Cars may someday be IoT on wheels. In some cases, it could be unfeasible for IoT to send enormous amounts of data to a cloud where an AI engine lives. Self-driving vehicles would have no time to send LiDAR data to a cloud-based inference engine for a decision to stop the vehicle if an instant reaction to a sensor’s input saves limb, life, or property. Inference engines need to be where sensors reside. Autonomous cars must act without continuous cloud connectivity, which requires transforming them into high-performance mobile edge computing nodes.  

Figure 2: Autonomous cars must act without continuous cloud connectivity, which requires transforming them into high-performance mobile edge computing nodes.  (Source: AI Storm.ai)

AIStorm, another company attempting to push AI to the edge, aims to cut power and cost by processing neural networks at the level of sensor signals. AIStorm’s website presents a high-performance “AI-in-Sensor” System-on-a-Chip (SOC). Real-world sensor data is analog, but processors are digital. The extra step of constantly digitizing sensor signals for processor-ready input can introduce unwanted latency, distortion, and noise. AIStorm’s goal is to process a sensor’s analog signal in real-time for AI use. The company recently closed $13.2 million in financing from Egis Technology. 

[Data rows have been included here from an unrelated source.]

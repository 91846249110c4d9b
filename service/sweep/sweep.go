// Package sweep turns a scan spec into a sweep: it validates the spec against
// the bench (limits, calibrations), expands every axis into its values,
// orders the points (slowest axis first, optional snake order of the fastest
// axis) and estimates what the scan will cost. It does no I/O: the same code
// validates a submission and, after a restart, recomputes where to resume.
package sweep

import (
	"fmt"
	"math"
	"strings"
	"time"

	glissv1 "github.com/gliss-lab/gliss/api/gliss/v1"
	"github.com/gliss-lab/gliss/drivers"
)

// Limits on the size of a scan.
const (
	MaxAxes        = 3
	MaxAxisValues  = 100_000
	MaxPoints      = 10_000_000
	MaxNameLen     = 200
	MaxNotesLen    = 10_000
	MaxGateMS      = 3_600_000 // one hour
	MaxSettleMS    = 600_000   // ten minutes
	MaxFixed       = 8
	pointOverheadS = 0.002 // bookkeeping per point in estimates (common practice, no published source)
)

// FieldError is one invalid field of a spec.
type FieldError struct {
	// Field is the path of the field in the request, e.g. "spec.axes[0].range.count".
	Field string
	// Msg says what is wrong and what is allowed.
	Msg string
}

func (e FieldError) Error() string { return e.Field + ": " + e.Msg }

// Invalid is the error returned for an invalid spec: every field that is wrong.
type Invalid struct{ Fields []FieldError }

func (e *Invalid) Error() string {
	parts := make([]string, len(e.Fields))
	for i, f := range e.Fields {
		parts[i] = f.Error()
	}
	return "invalid scan spec: " + strings.Join(parts, "; ")
}

func (e *Invalid) add(field, format string, a ...any) {
	e.Fields = append(e.Fields, FieldError{Field: field, Msg: fmt.Sprintf(format, a...)})
}

// Target is what the instruments are set to at one point. A nil field is
// not commanded at that point (the instrument keeps its setting).
type Target struct {
	StageMM      *float64
	GDDPS2       *float64
	AngleDeg     *float64
	PowerUW      *float64
	DetuningMeV  *float64
	TemperatureK *float64
}

// Axis is one expanded axis.
type Axis struct {
	Kind   glissv1.AxisKind
	Values []float64 // in the axis unit
}

// Sweep is a validated, expanded scan.
type Sweep struct {
	Axes   []Axis
	Snake  bool
	Gate   time.Duration
	Settle time.Duration
	// Fixed is applied before the first point (and again on resume).
	Fixed Target
	// Points is the planned number of points.
	Points uint64
	// Temperature stability after each new setpoint (temperature axes and
	// setpoints): within ± TempToleranceK for TempHold, at most TempTimeout.
	TempToleranceK float64
	TempHold       time.Duration
	TempTimeout    time.Duration

	cal    drivers.Calibration
	limits benchLimits
	// resolved holds, per axis and value, the instrument settings target
	// would compute (see resolve): computed once in New, so that At costs
	// no calibration arithmetic (the stretcher's asin, the Malus inverse).
	resolved []resolvedAxis
}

Figure 3: AIStorm aims to cut power and cost by processing neural networks at the level of sensor signals.  The goal is to process a sensor’s analog signal in real-time for AI use, skipping signal digitization.

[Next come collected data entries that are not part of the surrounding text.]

// RunAttenuatorCalibration sweeps the angle, reads the power meter, fits
// the law and stores it.
func (c *Calibrations) RunAttenuatorCalibration(ctx context.Context, req *glissv1.RunAttenuatorCalibrationRequest) (*glissv1.AttenuatorCalibrationResult, error) {
	b := c.Engine.Bench()
	att, pm := b.Attenuator(), b.PowerMeter()
	if att == nil || pm == nil {
		return nil, status.Errorf(codes.FailedPrecondition, "bench %q: the attenuator calibration needs an attenuator and a power meter", b.Name)
	}
	lim := b.ByRole(drivers.RoleAttenuator).Limits
	from, to, n := req.GetFromDeg(), req.GetToDeg(), req.GetCount()
	if from == 0 && to == 0 {
		from, to = 0, 90
	}
	if n == 0 {
		n = 46
	}
	var fe []fieldErr
	for _, f := range []struct {
		name string
		v    float64
	}{{"from_deg", from}, {"to_deg", to}} {
		if math.IsNaN(f.v) || f.v < lim.AngleMinDeg || f.v > lim.AngleMaxDeg {
			fe = append(fe, fieldErr{f.name, fmt.Sprintf("%g°: outside the attenuator's range %g–%g°", f.v, lim.AngleMinDeg, lim.AngleMaxDeg)})
		}
	}
	if n < 4 || n > maxCalibrationReadings {
		fe = append(fe, fieldErr{"count", fmt.Sprintf("%d readings: allowed 4 to %d", n, maxCalibrationReadings)})
	}
	if s := req.GetSettleMs(); math.IsNaN(s) || s < 0 || s > maxCalibrationSettleMS {
		fe = append(fe, fieldErr{"settle_ms", fmt.Sprintf("%g ms: allowed 0 to %d", s, maxCalibrationSettleMS)})
	}
	law := req.GetLaw()
	if law != glissv1.AttenuatorLaw_ATTENUATOR_LAW_UNSPECIFIED && law != glissv1.AttenuatorLaw_ATTENUATOR_LAW_MALUS && law != glissv1.AttenuatorLaw_ATTENUATOR_LAW_ND_WHEEL {
		fe = append(fe, fieldErr{"law", fmt.Sprintf("unknown law %v (MALUS or ND_WHEEL)", law)})
	}
	if len(req.GetNote()) > 2000 {
		fe = append(fe, fieldErr{"note", fmt.Sprintf("%d bytes: allowed ≤ 2000", len(req.GetNote()))})
	}
	if len(fe) > 0 {
		return nil, invalidMany(fe)
	}
	if law == glissv1.AttenuatorLaw_ATTENUATOR_LAW_ND_WHEEL && (from >= to) {
		return nil, invalidField("to_deg", "%g°: an ND-wheel sweep needs from_deg < to_deg (the graded sector)", to)
	}
	angles := make([]float64, n)
	for i := range angles {
		angles[i] = from + (to-from)*float64(i)/float64(n-1)
	}
	angles[n-1] = to
	settle := b.Scale(time.Duration(req.GetSettleMs() * float64(time.Millisecond)))
	powers := make([]float64, n)
	err := c.Engine.Manual(ctx, func(ctx context.Context, b *drivers.Bench) error {
		for i, deg := range angles {
			if err := att.SetAngleDeg(ctx, deg); err != nil {
				return fmt.Errorf("attenuator calibration: reading %d: set %.3f°: %w", i, deg, err)
			}
			if settle > 0 {
				t := time.NewTimer(settle)
				select {
				case <-ctx.Done():
					t.Stop()
					return ctx.Err()
				case <-t.C:
				}
			}
			p, err := pm.PowerUW(ctx)
			if err != nil {
				return fmt.Errorf("attenuator calibration: reading %d at %.3f°: power meter: %w", i, deg, err)
			}
			powers[i] = p
		}
		return nil
	})
	if err != nil {
		return nil, toStatus(err)
	}
	res := &glissv1.AttenuatorCalibrationResult{AnglesDeg: angles, PowersUw: powers}
	var fitted calib.Attenuator
	var stats calib.FitStats
	var fitJSON []byte
	switch law {
	case glissv1.AttenuatorLaw_ATTENUATOR_LAW_ND_WHEEL:
		f, err := calib.FitNDWheel(angles, powers)
		if err != nil {
			return nil, status.Errorf(codes.FailedPrecondition, "%v", err)
		}
		nd := f.NDWheel
		fitted, stats = calib.Attenuator{ND: &nd}, f.FitStats
		fitJSON, _ = json.Marshal(f)
	default:
		f, err := calib.FitMalus(angles, powers)
		if err != nil {
			return nil, status.Errorf(codes.FailedPrecondition, "%v", err)
		}
		m := f.Malus
		fitted, stats = calib.Attenuator{Malus: &m}, f.FitStats
		fitJSON, _ = json.Marshal(f)
	}
	if err := fitted.Validate(); err != nil {
		return nil, status.Errorf(codes.FailedPrecondition, "attenuator calibration: the fit is not a usable law: %v", err)
	}
	res.ResidualsUw, res.RmsResidualUw, res.MaxResidualUw, res.FitJson = stats.Residuals, stats.RMS, stats.MaxAbs, string(fitJSON)
	if req.GetDryRun() {
		res.Calibration = c.Current()
		return res, nil
	}
	note := req.GetNote()
	if note == "" {
		note = fmt.Sprintf("attenuator calibration: %d readings %g–%g°, rms residual %.3g µW", n, from, to, stats.RMS)
	}
	rec, err := c.put(ctx, func(s *calib.Set) { s.Attenuator = &fitted }, note)
	if err != nil {
		return nil, err
	}
	res.Calibration = rec
	return res, nil
}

According to Todd Lin, COO of Egis Technology Inc., “Edge applications must process huge amounts of data generated by sensors. Digitizing that data takes time, which means that these applications don’t have time to intelligently select data from the sensor data stream, and instead have to collect volumes of data and process it later. For the first time, AIStorm’s approach allows us to intelligently prune data from the sensor stream in real time and keep up with the massive sensor input tasks.”  AIStorm’s AI-in-Sensor, once it’s available, would remove digitizing, latency, distortion, communication buses, and the impediment of high power consumption by going directly from analog signal to machine learning input, skipping Analog-to-Digital converters. 

AI is improving by leaps and bounds, and sensors play a huge part in collecting the data that feeds the machine. Part of the allure for technologists is the potential productivity gained with AI. AI can be harnessed by app developers that know little about machine learning, which opens AI to consumers and small businesses, not just large corporate entities, and extends the proliferation of data-collecting sensors.  It’s not far-fetched to use data and AI as the next-best-thing to a crystal ball by pulling billions of points of data together in an algorithm that paints a picture minutes or days into the future with a reasonable expectation of accuracy, at least most of the time. However, just like fast computer trading algorithms caused the first notable flash crash in 2010 by quickly buying and reselling contracts, it’s possible for AI to run away from us despite our best intentions.